The company recently introduced version 20 of Ocient Hyperscale Data Warehouse, which delivered new capabilities focused on extract load and transform (ELT) data ingestion in which the transformations are performed by the database, rather than loader nodes. Ocient Hyperscale Data Warehouse V20 also delivered hyperscale log analysis via support for large strings and N-gram indexing, as well as the new Ocient Simulator, which is essentially a free version of the database delivered as a Docker image to make it easier for customers to test environments and accelerate development and quality assurance testing. Ocient Simulator enables functional testing but is not meant for production use. Although Ocient Simulator is designed to facilitate customer adoption, it is offered in the context of the company’s high-touch engagement approach, which sees Ocient fully engaged in the four stages of the pilot-to-production process: planning and requirements gathering; architecture selection and deployment; pilot engagement; and production deployment. The Company manages all Ocient Hyperscale Data Warehouse deployments for its customers, whether those are deployed on-premises, in the public cloud (Amazon Web Services or Google Cloud) or hosted in Ocient’s own data center (OcientCloud).

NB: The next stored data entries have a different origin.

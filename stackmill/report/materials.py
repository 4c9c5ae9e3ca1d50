"""Materials on paper: the list, and one in full with every source."""

from __future__ import annotations

from collections.abc import Callable, Sequence
from typing import Any

import numpy as np

from stackmill.materials.material import Material, Sourced
from stackmill.rates.yields import angular_shape, ln_yield_sd, normal_yield, rate_nm_per_s, threshold_ev
from stackmill.report.render import Grid, Paper, csv_text, json_text, wrapped

_ENERGY_EV, _INCIDENCE_DEG, _CURRENT = 1000.0, 45.0, 0.5  # the setting the list quotes rates at
ROW_NAMES = (
    "material",
    "title",
    "kind",
    "density_g_per_cm3",
    "density_sd_g_per_cm3",
    "atom_density_1e22_per_cm3",
    "yield_atoms_per_ion",
    "yield_rel_sd",
    "rate_nm_per_min",
    "angular_sd",
    "threshold_ev",
    "estimate",
)


def machine_rows(materials: Sequence[Material]) -> list[dict[str, Any]]:
    """One dict a material: yields straight down at 1 keV argon, rates at 1 keV, 45 deg, 0.5 mA/cm2."""
    return [
        {
            "material": m.name,
            "title": m.title,
            "kind": m.kind,
            "density_g_per_cm3": m.density.value,
            "density_sd_g_per_cm3": m.density.sd,
            "atom_density_1e22_per_cm3": m.atom_density_1e22,
            "yield_atoms_per_ion": float(normal_yield(m, energy_ev=_ENERGY_EV)),
            "yield_rel_sd": float(ln_yield_sd(m, energy_ev=_ENERGY_EV)),
            "rate_nm_per_min": _rate(m),
            "angular_sd": m.angular_sd,
            "threshold_ev": threshold_ev(m),
            "estimate": m.estimate,
        }
        for m in materials
    ]


def as_json(materials: Sequence[Material], warnings: Sequence[str], paper: Paper) -> str:
    """The materials for machines."""
    return json_text(machine_rows(materials), {"inputs_sha256": None, "seed": None, "warnings": list(warnings)}, paper)


def as_csv(materials: Sequence[Material], paper: Paper) -> str:
    """The materials as CSV."""
    return csv_text(machine_rows(materials), ROW_NAMES, paper)


def listed(materials: Sequence[Material], paper: Paper, *, markdown: bool) -> str:
    """The library as one table."""
    rows = [
        [
            m.name,
            m.kind,
            f"{m.density.value:.4g}",
            f"{_rate(m):.3g}",
            f"± {100 * _rate_sd(m):.2g} %",
            _basis(m),
        ]
        for m in materials
    ]
    headers = ["material", "kind", "g/cm3", "nm/min", "sd", "rests on"]
    note = wrapped(
        f"Milling rates: argon, {_ENERGY_EV / 1e3:g} keV, {_INCIDENCE_DEG:g}° from the normal, {_CURRENT} mA/cm²;"
        " the sd is the yield's at 1 keV and the density's; an estimate is good to a factor 1.5 at best."
        " `stackmill materials NAME` shows every value and its source.",
        paper.width,
    )
    table = Grid(headers, rows, frozenset({2, 3, 4})).text("github" if markdown else "simple", paper.width)
    return paper.plain(f"{table}\n\n{note}")


def _basis(m: Material) -> str:
    if m.estimate:
        return "estimate"
    rows = len(m.tie.rows) if m.tie else 0
    return f"{rows} row{'s' if rows > 1 else ''}" if rows else "relatives"


def _rate(m: Material) -> float:
    at = {
        "energy_ev": _ENERGY_EV,
        "incidence_rad": np.radians(_INCIDENCE_DEG),
        "current_density_ma_per_cm2": _CURRENT,
    }
    return 60.0 * float(rate_nm_per_s(m, **at))


def _rate_sd(m: Material) -> float:
    return float(np.hypot(ln_yield_sd(m, energy_ev=_ENERGY_EV), m.density_rel_sd))


def in_full(materials: Sequence[Material], citation: Callable[[str], str], paper: Paper) -> str:
    """Every value of some materials, each with unit, sd, conditions and source."""
    parts = ["\n".join(wrapped(line, paper.width, "    ") for line in _full(m, citation)) for m in materials]
    return paper.plain("\n\n".join(parts))


def _full(m: Material, citation: Callable[[str], str]) -> list[str]:
    def told(source: str, seen: bool) -> str:
        return f"[{citation(source)}{'' if seen else '; from memory'}]"

    shape = angular_shape(m, energy_ev=_ENERGY_EV)
    rise = float(shape.ratio(np.radians(60.0)))
    sd = float(ln_yield_sd(m, energy_ev=_ENERGY_EV))
    atoms_per_ion = float(normal_yield(m, energy_ev=_ENERGY_EV))
    return [
        *_what_it_is(m, told),
        *_law_and_tie(m, told),
        f"  angular shape: Y(60°)/Y(0) = {rise:.3g} ± {100 * m.angular_sd:.0f} % at 1 keV argon, {m.angular.conditions}"
        f" {told(m.angular.source, m.angular.seen)}",
        *(f"  sources differ on {d.what}: {d.taken} taken, not {d.other}: {d.why}" for d in m.disagreements),
        *([f"  caution: {m.toxicity.note} {told(m.toxicity.source, m.toxicity.seen)}"] if m.toxicity else []),
        *([f"  note: {m.notes}"] if m.notes else []),
        f"  so: {atoms_per_ion:.3g} atoms/ion straight down at 1 keV ± {100 * sd:.0f} %;"
        f" {_rate(m):.3g} nm/min at 1 keV, 45°, 0.5 mA/cm²",
    ]


_Told = Callable[[str, bool], str]


def _what_it_is(m: Material, told: _Told) -> list[str]:
    def sourced(what: str, s: Sourced) -> str:
        return f"  {what}: {s.value:.5g} ± {s.sd:.2g} {s.unit}, {s.conditions} {told(s.source, s.seen)}"

    lines = [f"{m.name}: {m.title} ({m.kind}; from the {m.origin})"]
    if m.aliases:
        lines.append(f"  also called: {', '.join(m.aliases)}")
    if m.estimate:
        lines.append("  ESTIMATE: no trustworthy yield is known; good to a factor 1.5 at best: mill a coupon")
    lines.append("  atoms: " + ", ".join(f"{symbol} {share:g}" for symbol, share in m.composition.items()))
    lines += [sourced("density", m.density), f"  atom density: {m.atom_density_1e22:.4g}e22 per cm3"]
    lines += [sourced("heat of formation", m.formation)] if m.formation else []
    lines += [sourced("melting point", m.melting)] if m.melting else []
    lines += [sourced(f"alarm, {alarm.what}", alarm.temperature) for alarm in m.alarms]
    return lines


def _law_and_tie(m: Material, told: _Told) -> list[str]:
    lines = []
    if m.constants:
        values = ", ".join(f"{key} {value:g}" for key, value in m.constants.items())
        lines.append(f"  law: {m.law} with {values} {told(m.constants_source, m.constants_seen)}")
    if m.tie is None:
        return lines
    lines.append(
        f"  tie to measured yields: factor {m.tie.factor:.3g}, exponent {m.tie.exponent:+.3f} in E/{m.tie.at_ev:g} eV,"
        f" sd {100 * m.tie.ln_sd:.0f} % from {m.tie.range_ev[0]:g} to {m.tie.range_ev[1]:g} eV,"
        f" rms {100 * m.tie.rms:.0f} % ({m.tie.basis})"
    )
    return lines + [
        f"    {row.energy_ev:g} eV: {row.atoms_per_ion:g} atoms/ion, {100 * (np.exp(row.ln_over_law) - 1):+.0f} % from"
        f" the untied law {told(row.source, row.seen)}"
        for row in m.tie.rows
    ]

This managed approach, combined with the specific configuration requirements, means that Ocient Hyperscale Data Warehouse will not be suitable for organizations looking for a self-service approach to data warehouse consumption and deployment. Additionally, infrastructure requirements are predetermined and fixed (along with associated pricing), which means Ocient Hyperscale Data Warehouse is targeted at workloads that do not fluctuate and therefore do not require elastic scalability. Nevertheless, given the differentiated functionality and customer engagement approach, I recommend that organizations with the most complex analytics workloads consider Ocient and Ocient Hyperscale Data Warehouse when evaluating their options.